Wednesday, May 25, 2011

Southern Snacking: RC Cola and a Moon Pie

When it comes to snacking, the South beats them all. This is the land which brought PORK RINDS to the world. But the true Suthun Hit, the basis of all Suthun Snacks: The RC Cola and a Moon Pie. What a combination!

The MoonPie hit the markets of Chattanooga Tennessee in 1917 and R.C. Cola arrived in Columbus, Georgia in 1934. They were an instant success when they finally (somehow) combined forces in the 1950's. At that time, you could buy a RC (Royal Crown) Cola and MoonPie special for 10 cents. That was a full 16 ounces of soda and the MoonPies weighed about near (that's Suthun for approximate size) a half pound.

This combo was soon labeled as the "Working Man's Lunch" of the fifties - although it's never been stated whether the merging of the two was a planned marketing strategy or just plain luck. I'll go with luck, though the founding cities of the two aren't really that far apart, both located in the deep south.

This combination has inspired many to write, sing and celebrate in its existence. Songs such as the 1950s hit "Gimme an RC Cola and a Moonpie" from Big Bill Liston to today's version from NRBQ called "RC and Moonpie" and "Moonpie" by Edwin Hubbard, as well as the popular children's musical version by Bill Harley called "Weezie and the Moon Pies".

Oh but there's more... (and you knew there would be, now didn't you?)

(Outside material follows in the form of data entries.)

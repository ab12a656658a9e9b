"""A study of passages that drift away from their lines, written for builds; the truth is known."""

from __future__ import annotations

import csv
from collections.abc import Mapping, Sequence
from dataclasses import dataclass, replace
from pathlib import Path

import numpy as np

import etl
from etl.session import Result
from tests.end_to_end.building import Row, rows_of, write

LEFT, TOP, CHARACTER, HEIGHT = 100, 100, 14, 64

#: Lines of an invented notice about a community orchard.
TEXT = (
    "The old ladder stands behind the shed where nobody has looked for it since",
    "the spring when the pears were tied up and the grass between the rows was",
    "left to grow for the bees that live in four white hives by the north wall",
    "near the pump so please walk on the far side of the path and keep the gate",
    "shut at night because the neighbours have geese and geese like young bark",
    "more than anything else they can find in this part of town at that hour of",
    "the day and whoever has seen a goose in a tree will know what it costs us",
)


@dataclass(frozen=True)
class Fixated:
    """A fixation and the truth about it: the line from 1, 0 for none, and the order of the word."""

    x_px: float
    y_px: float
    line: int
    order: int
    duration_ms: int = 220


def edge_px(column: int, *, right_to_left: bool = False) -> float:
    """Where a column of the text begins."""
    return LEFT + (1 - column if right_to_left else column) * CHARACTER


def words(lines: Sequence[str] = TEXT, *, right_to_left: bool = False) -> list[list[float]]:
    """The middle of each word of each line."""
    middles = []
    for line in lines:
        at, own = 0, []
        for word in line.split(" "):
            ends = (edge_px(column, right_to_left=right_to_left) for column in (at, at + len(word)))
            own.append(sum(ends) / 2)
            at += len(word) + 1
        middles.append(own)
    return middles


def read_through(
    seed: int,
    *,
    lines: Sequence[str] = TEXT,
    shift: float = 0.13,
    slope: float = 0.0,
    noise_px: float = 5.0,
    right_to_left: bool = False,
) -> list[Fixated]:
    """Every word read once, drifting off: ``shift`` px down per px of distance from line 1."""
    source = np.random.default_rng(seed)
    made, order = [], 0
    for number, own in enumerate(words(lines, right_to_left=right_to_left), start=1):
        for x in own:
            order += 1
            below = (number - 1) * HEIGHT
            y = TOP + HEIGHT / 2 + below * (1 + shift) + slope * abs(x - own[0])
            made.append(
                Fixated(
                    round(float(x + source.uniform(-6, 6)), 1),
                    round(float(y + source.normal(0, noise_px)), 1),
                    number,
                    order,
                )
            )
    return made


def region_file(lines: Sequence[str] = TEXT) -> str:
    """The text, every word a region."""
    return "item\ttext\n1\t" + "\\n".join(lines) + "\n"


def boxes_file(lines: Sequence[str] = TEXT, *, right_to_left: bool = False) -> str:
    """The same words as boxes."""
    rows, order = ["item\tregion\torder\tleft\ttop\tright\tbottom"], 0
    for number, line in enumerate(lines):
        at = 0
        for word in line.split(" "):
            order += 1
            ends = [edge_px(c, right_to_left=right_to_left) for c in (at, at + len(word))]
            at += len(word) + 1
            top = TOP + number * HEIGHT
            rows.append(
                f"1\tw{order}\t{order}\t{min(ends)}\t{top + 12}\t{max(ends)}\t{top + HEIGHT - 12}"
            )
    return "\n".join(rows) + "\n"


STUDY = """\
[logs]
files = ["logs/*.tsv"]
[logs.columns]
participant = "reader"
trial = "trial"
item = "item"
onset = "start"
duration = "dur"
x = "x"
y = "y"
[screen]
width_px = 1400
height_px = 900
[regions]
file = "regions.tsv"
kind = "words"
tolerance_px = 20
[regions.layout]
left_px = 100
top_px = 100
character_width_px = 14
line_height_px = 64
"""
LAYOUT = STUDY[STUDY.index("[regions.layout]") :]


@dataclass(frozen=True)
class Passages:
    """Trials by reader and trial, and the study file's text."""

    trials: Mapping[tuple[str, str], Sequence[Fixated]]
    study: str = STUDY
    regions: str = region_file()
    more: Mapping[str, str] | None = None

    def __add__(self, text: str) -> Passages:
        """The same with more in the study file."""
        return replace(self, study=self.study + text)

    def written(self, folder: Path) -> Path:
        """Write the study; gives its file."""
        rows: dict[str, list[str]] = {}
        for (reader, trial), fixations in self.trials.items():
            own = rows.setdefault(reader, ["reader\ttrial\titem\tstart\tdur\tx\ty"])
            onset = 1000
            for f in fixations:
                own.append(f"{reader}\t{trial}\t1\t{onset}\t{f.duration_ms}\t{f.x_px}\t{f.y_px}")
                onset += f.duration_ms + 30
        logs = {f"logs/{reader}.tsv": "\n".join(own) + "\n" for reader, own in rows.items()}
        files = {"study.toml": self.study, "regions.tsv": self.regions, **logs}
        return write(folder, {**files, **(self.more or {})})

    def built(self, folder: Path, *, workers: int = 1) -> Built:
        """Build the study."""
        study = etl.load_study(self.written(folder))
        result = etl.build(study, into=folder / "out", workers=workers)
        return Built(self, result, folder / "out")

    def refused(self, folder: Path) -> list[str]:
        """What a check finds to be errors."""
        findings = etl.check(etl.load_study(self.written(folder)))
        return [one.text() for one in findings if one.severity == "error"]


@dataclass(frozen=True)
class Built:
    """A built study and its truth."""

    made: Passages
    result: Result
    folder: Path

    @property
    def fixations(self) -> list[Row]:
        """The rows of the table of fixations."""
        return rows_of(self.folder, "fixations")

    @property
    def ledger(self) -> list[dict[str, str]]:
        """The rows of the ledger."""
        with (self.folder / "exclusions.csv").open(encoding="utf-8", newline="") as file:
            return list(csv.DictReader(file))

    def right(self, *, lines: bool = False) -> float:
        """The share of fixations whose region, or line, is the true one."""
        hits = []
        for row in self.fixations:
            truth = self.made.trials[row["participant"], str(row["trial"])][row["fixation"] - 1]
            got = (row["line"] or 0) if lines else (row["region_order"] or 0)
            hits.append(got == (truth.line if lines else truth.order))
        return float(np.mean(hits))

The World Championship Moonpie Eating Contest is held annually in the town of Oneonta, Alabama, where you can bet they wash down those MoonPies with an ice cold RC Cola. Every year in June there is the RC-MoonPie Festival in Bell Buckle, Tennessee. Rated a Southeastern Tourism Society Top 20 Event, this local festival is a jam packed day of fun for the whole family. There is plenty of country and bluegrass music, a parade, clogging dancers, Moon Pie games, crafts, contests and the ever popular Synchronized Wading.

(Wait, Crafts? What kind of craft can you do with a moon pie? The mind fairly boggles at the thought....)

It's obvious that the South LOVES MoonPies.

Millions of special made mini MoonPies are thrown every year during the Mardi Gras in New Orleans. This tradition has newer beginnings that date back only to the mid 1970's when Mardi Gras revelers were hunting for lighter items to toss (less damage when tossed and easier to transport.) Also during the seventies came a new style of eating the MoonPie: "heated". The invention of the microwave took eating a moon pie to a higher more wonderful and sinful level. (Whoever invented the microwave, let me say "Thank You".)

The MoonPie and R.C. Cola combination has held fast in our southern states over the decades. Every southerner has fond memories of the MoonPie and RC Cola. The occasional afternoon walk to the local store to retrieve a MoonPie and an R.C.Cola with a parent was commonplace. Some of the most important parental conversations took place during the enjoyment of this delightful combination. The hurried traveler while stopping for a gas fill up, would regularly purchase a R.C. Cola and MoonPie to tide him or her over. (Might I add that a hurried stop in Tennessee is equivalent to about 20 minutes or so.)

I venture to say that every store in Nashville that carries food still sells MoonPies and R.C. Colas within it's walls, from the local grocery store to gas stations to dollar stores. Not only have the R.C. Cola and the MoonPie survived and flourished throughout the south, their popularity is still growing globally. You can now order these treats anytime, via the Internet, shipped to anywhere in the world, although it is best to order during the winter months when local demand is somewhat less.

Just in case you didn't know, R.C. Cola was an innovator in many areas. They were the first to introduce their beverage in an all aluminum can, the first to make a low calorie diet cola (Diet Rite) and the first cola manufacturer to make a caffeine free Soda (R.C. 100).

Innovation, ice cold Cola and Sweet Snacks. (It's the "Working Man's Lunch!") It's no wonder I love living in the South.